Faites-moi l’amitié de m’envoyer le renseignement suivant : est-il vrai que l’on puisse obtenir assez facilement pour la naturalisation en France des délais plus courts que les délais légaux, si l’on y a surtout un commencement de position, le grade de licencié par exemple ? Le licencié étant du reste un très gentil garçon (vous me l’avez dit cent fois) très bien recommandé (j’aurais votre protection), intelligent (je suis intelligent, que diable !) et pas plus démagogie qu’un agneau…

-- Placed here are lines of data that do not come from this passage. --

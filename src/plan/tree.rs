//! The raw plan: a YAML document as a tree of nodes that remember their line and column.
//!
//! Parsing is done by `serde-saphyr` (pure Rust, with budgets against alias bombs and deep
//! nesting); this module only keeps each node's position so validation can point at it.

use serde::de::{self, Deserialize, Deserializer, MapAccess, SeqAccess, Visitor};
use serde_saphyr::Spanned;
use std::fmt;

/// One YAML node with the position where it was written (1-based line and column).
#[derive(Debug, Clone)]
pub struct Node {
    /// What the node holds.
    pub value: NodeValue,
    /// 1-based line of the node in the plan file (0 when unknown).
    pub line: u64,
    /// 1-based column of the node in the plan file (0 when unknown).
    pub column: u64,
}

/// The contents of a YAML node.
#[derive(Debug, Clone)]
pub enum NodeValue {
    /// `~`, `null` or an empty value.
    Null,
    /// `true` or `false`.
    Bool(bool),
    /// An integer scalar.
    Integer(i128),
    /// A floating-point scalar (including `.inf` and `.nan`).
    Float(f64),
    /// Any other scalar.
    Text(String),
    /// A sequence.
    Seq(Vec<Node>),
    /// A mapping, in the order written.
    Map(Vec<(Node, Node)>),
}

impl NodeValue {
    /// What kind of YAML value this is, for error messages.
    pub fn kind(&self) -> &'static str {
        match self {
            NodeValue::Null => "an empty value",
            NodeValue::Bool(_) => "a boolean",
            NodeValue::Integer(_) | NodeValue::Float(_) => "a number",
            NodeValue::Text(_) => "a string",
            NodeValue::Seq(_) => "a list",
            NodeValue::Map(_) => "a mapping",
        }
    }
}

impl<'de> Deserialize<'de> for Node {
    fn deserialize<D: Deserializer<'de>>(deserializer: D) -> Result<Self, D::Error> {
        let spanned = Spanned::<NodeValue>::deserialize(deserializer)?;
        Ok(Node {
            value: spanned.value,
            line: spanned.referenced.line(),
            column: spanned.referenced.column(),
        })
    }
}

struct NodeVisitor;

impl<'de> Visitor<'de> for NodeVisitor {
    type Value = NodeValue;

    fn expecting(&self, formatter: &mut fmt::Formatter) -> fmt::Result {
        formatter.write_str("any YAML value")
    }
    fn visit_bool<E: de::Error>(self, value: bool) -> Result<NodeValue, E> {
        Ok(NodeValue::Bool(value))
    }
    fn visit_i64<E: de::Error>(self, value: i64) -> Result<NodeValue, E> {
        Ok(NodeValue::Integer(value.into()))
    }
    fn visit_u64<E: de::Error>(self, value: u64) -> Result<NodeValue, E> {
        Ok(NodeValue::Integer(value.into()))
    }
    fn visit_i128<E: de::Error>(self, value: i128) -> Result<NodeValue, E> {
        Ok(NodeValue::Integer(value))
    }
    fn visit_u128<E: de::Error>(self, value: u128) -> Result<NodeValue, E> {
        Ok(i128::try_from(value)
            .map(NodeValue::Integer)
            .unwrap_or(NodeValue::Float(value as f64)))
    }
    fn visit_f64<E: de::Error>(self, value: f64) -> Result<NodeValue, E> {
        Ok(NodeValue::Float(value))
    }
    fn visit_str<E: de::Error>(self, value: &str) -> Result<NodeValue, E> {
        Ok(NodeValue::Text(value.to_owned()))
    }
    fn visit_string<E: de::Error>(self, value: String) -> Result<NodeValue, E> {
        Ok(NodeValue::Text(value))
    }
    fn visit_unit<E: de::Error>(self) -> Result<NodeValue, E> {
        Ok(NodeValue::Null)
    }
    fn visit_none<E: de::Error>(self) -> Result<NodeValue, E> {
        Ok(NodeValue::Null)
    }
    fn visit_some<D: Deserializer<'de>>(self, deserializer: D) -> Result<NodeValue, D::Error> {
        deserializer.deserialize_any(NodeVisitor)
    }
    fn visit_seq<A: SeqAccess<'de>>(self, mut seq: A) -> Result<NodeValue, A::Error> {
        let mut items = Vec::new();
        while let Some(item) = seq.next_element::<Node>()? {
            items.push(item);
        }
        Ok(NodeValue::Seq(items))
    }
    fn visit_map<A: MapAccess<'de>>(self, mut map: A) -> Result<NodeValue, A::Error> {
        let mut entries = Vec::new();
        while let Some(key) = map.next_key::<Node>()? {
            let value = map.next_value::<Node>()?;
            entries.push((key, value));
        }
        Ok(NodeValue::Map(entries))
    }
}

impl<'de> Deserialize<'de> for NodeValue {
    fn deserialize<D: Deserializer<'de>>(deserializer: D) -> Result<Self, D::Error> {
        deserializer.deserialize_any(NodeVisitor)
    }
}

/// Parses YAML text into a positioned tree. Errors carry the parser's line and column and
/// are worded for a plan's author (see [`plain_words`]).
pub fn parse_tree(text: &str) -> Result<Node, (String, u64, u64)> {
    // Non-finite floats pass through so `.inf` can mean "ideal" and `.nan` is rejected by
    // validation with its key path; repeated keys pass through so validation names them with
    // their key path; the default alias and nesting budgets stay in force.
    let mut options = serde_saphyr::Options::default();
    options.non_finite_float_policy = serde_saphyr::NonFiniteFloatPolicy::PassThrough;
    options.duplicate_keys = serde_saphyr::DuplicateKeyPolicy::PassThrough;
    serde_saphyr::from_str_with_options::<Node>(text, options).map_err(|err| {
        let (line, column) = err
            .location()
            .map(|loc| (loc.line(), loc.column()))
            .unwrap_or((0, 0));
        (
            plain_words(&err.without_snippet().to_string()),
            line,
            column,
        )
    })
}

/// The parser's message in the plan's words: its own position suffix dropped (the plan error
/// carries line and column), and messages that speak of the parser's API, options or Rust
/// types replaced by what they mean for a plan.
pub fn plain_words(raw: &str) -> String {
    let raw = strip_position(raw.trim());
    if raw.contains("budget breached") {
        let detail = raw
            .split("budget breached:")
            .nth(1)
            .unwrap_or("")
            .trim()
            .replace(['{', '}'], "")
            .to_lowercase();
        return format!(
            "the document is larger or more deeply nested than any plan needs (parser limit reached: {})",
            detail.split_whitespace().collect::<Vec<_>>().join(" ")
        );
    }
    if raw.contains("multiple YAML documents") {
        return "the file holds more than one YAML document (a second `---` starts another); a plan is one document".into();
    }
    if let Some(rest) = raw.strip_prefix("duplicate mapping key:") {
        let key = rest.split(',').next().unwrap_or("").trim();
        return format!("the key `{key}` is given twice in the same mapping");
    }
    if let Some(kind) = raw.strip_prefix("invalid ") {
        let kind = kind.trim();
        let integer = [
            "u8", "u16", "u32", "u64", "u128", "i8", "i16", "i32", "i64", "i128",
        ];
        if integer.contains(&kind) {
            return "a value tagged as a whole number (`!!int`) is not a whole number in range"
                .into();
        }
        if kind == "f32" || kind == "f64" || kind.starts_with("floating") {
            return "a value tagged as a number (`!!float`) is not a number".into();
        }
        if kind == "bool" || kind == "boolean" {
            return "a value tagged as a boolean (`!!bool`) is not true or false".into();
        }
    }
    // Anything else that names the parser's options or calls is internal: say it plainly.
    if raw.contains("Options") || raw.contains("from_str") || raw.contains("Policy") {
        return "the YAML uses a construct plans do not accept".into();
    }
    raw.to_owned()
}

/// `message at line 3, column 7` → `message`.
fn strip_position(message: &str) -> &str {
    if let Some(index) = message.rfind(" at line ") {
        let tail = &message[index + " at line ".len()..];
        let is_position = tail
            .chars()
            .all(|c| c.is_ascii_digit() || c == ',' || c == ' ' || c.is_ascii_alphabetic());
        if is_position && tail.contains("column") {
            return &message[..index];
        }
    }
    message
}

#[cfg(test)]
mod tests {
    use super::*;

    fn error_of(text: &str) -> String {
        parse_tree(text).unwrap_err().0
    }

    #[test]
    fn parser_internals_are_worded_for_the_plan() {
        let multiple = error_of("name: a\n---\nname: b\n");
        assert!(
            multiple.contains("more than one YAML document"),
            "{multiple}"
        );
        let tagged = error_of("runs: !!int -5x\n");
        for internal in ["u64", "i64", "Options", "from_str", "Policy", " at line "] {
            assert!(
                !multiple.contains(internal) && !tagged.contains(internal),
                "{multiple} / {tagged}"
            );
        }
        // Repeated keys reach validation, which names them with their key path.
        let tree = parse_tree("name: a\nname: b\n").unwrap();
        let NodeValue::Map(entries) = tree.value else {
            panic!("a mapping")
        };
        assert_eq!(entries.len(), 2);
    }
}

Pour abréger, je suis connu de vous. Vous êtes connu de M. F… M. F… est connu de M. Didot. Il travaillait même à sa nouvelle Biographie. Que par votre toute-puissante intervention M. F… me fasse entrer dans le sanctuaire Didot. J’accepte toutes les épreuves d’usage. Présentez-moi à ce grand homme. Protégez-moi. Sauvez-moi. Soyez éloquent ; flattez, intéressez, fascinez, magnétisez. Contez-lui mille romans sur moi. « Je suis en mal d’enfant d’un chef-d’œuvre. La postérité lui saura gré de m’avoir tendu la main, etc. » Enfin, ne me laissez pas périr sous vos yeux, car c’est une question de vie et de mort pour moi. Si vous échouez, je n’irai pas frapper à d’autres portes. Je connais trop cette race insolente[1]


III

Qu’allait-il advenir de Lanfrey, lorsque avec tant d’ardeur militante il quittait les paisibles montagnes de la Savoie pour se jeter à Paris dans la carrière agitée de la politique et des lettres ? Ce n’était point le courage qui lui manquait, mais bien la patience et la résignation, qualités qui n’étaient pas autant à son usage. Les efforts des vaillantes intelligences aux prises avec les premières difficultés de la vie ont toujours eu le don d’exciter la sympathie. Si l’on tient compte des obstacles accumulés devant les écrivains nés vers 1852 à la vie publique, il est difficile de se défendre d’un intérêt particulier pour ceux qui, restés fidèles à leurs convictions, rêvaient encore, après le coup d’état, de se servir de leur plume comme d’un instrument de combat. Toutes les précautions avaient été bien prises pour les décourager. Pratiqué par M. de Persigny avec une rigueur qui, pendant les premières années de l’empire, n’admit aucune intermittence, le régime de la presse fut tout

  1. Lettres du 4 août 1852 et 9 janvier 1853.